The drug does seem to have picked up some steam as a treatment for some symptoms of recently abstinent alcoholics, especially insomnia. For example, researchers at the University of Michigan reported an open trial of Neurontin vs. trazodone for insomnia in newly sober alcohol-dependent patients. Out of 50 outpatients consecutively referred to a clinic, 34 were treated with Neurontin (mean dose, 888 mg/bedtime) vs. 16 with trazodone (105 mg/bedtime). Both medications led to significant improvement in sleep after 4-6 weeks (Karam-Hage M, et al., Psychiatry and Clin. Neurosciences 2003;57:542-544).
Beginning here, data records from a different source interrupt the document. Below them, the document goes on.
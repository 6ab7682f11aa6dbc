//! The masses at which the course of a life changes.

/// Critical masses of one composition, solar masses.
///
/// # Source
/// Hurley, Pols & Tout 2000, MNRAS 315, 543, eqs. 1–3.
#[derive(Clone, Copy, Debug, PartialEq)]
pub struct CriticalMasses {
    /// Above it the track has a hook at the end of the main sequence (the core is convective).
    pub hook_msun: f64,
    /// Below it helium lights in a degenerate core, in a flash.
    pub flash_msun: f64,
    /// At and above it helium lights before the star reaches the giant branch.
    pub blue_ignition_msun: f64,
}

impl CriticalMasses {
    /// Critical masses at heavy-element mass fraction `z`.
    pub(super) fn new(z: f64) -> Self {
        let zeta = (z / 0.02).log10();
        Self {
            hook_msun: 1.0185 + 0.16015 * zeta + 0.0892 * zeta * zeta,
            flash_msun: 1.995 + 0.25 * zeta + 0.087 * zeta * zeta,
            blue_ignition_msun: 13.048 * (z / 0.02).powf(0.06) / (1.0 + 0.0012 * (0.02 / z).powf(1.27)),
        }
    }
}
One rather backhanded endorsement of Neurontin’s anti-potential was implied in a recent letter to the editor of the Journal of Clinical Psychiatry. The authors reported two cases of alcoholic patients who abused Neurontin and then developed symptoms similar to delirium tremens upon withdrawal (Pittenger C and Desan P, J Clin Psychiatry (letter) 2007;68:483-484). If the medication is that well-loved by alcoholic-dependent patients, one assumes that it provides some sort of tranquilization.
TCPR VERDICT: Novel anticonvulsants: Efficacy questionable, but sometimes worth a try.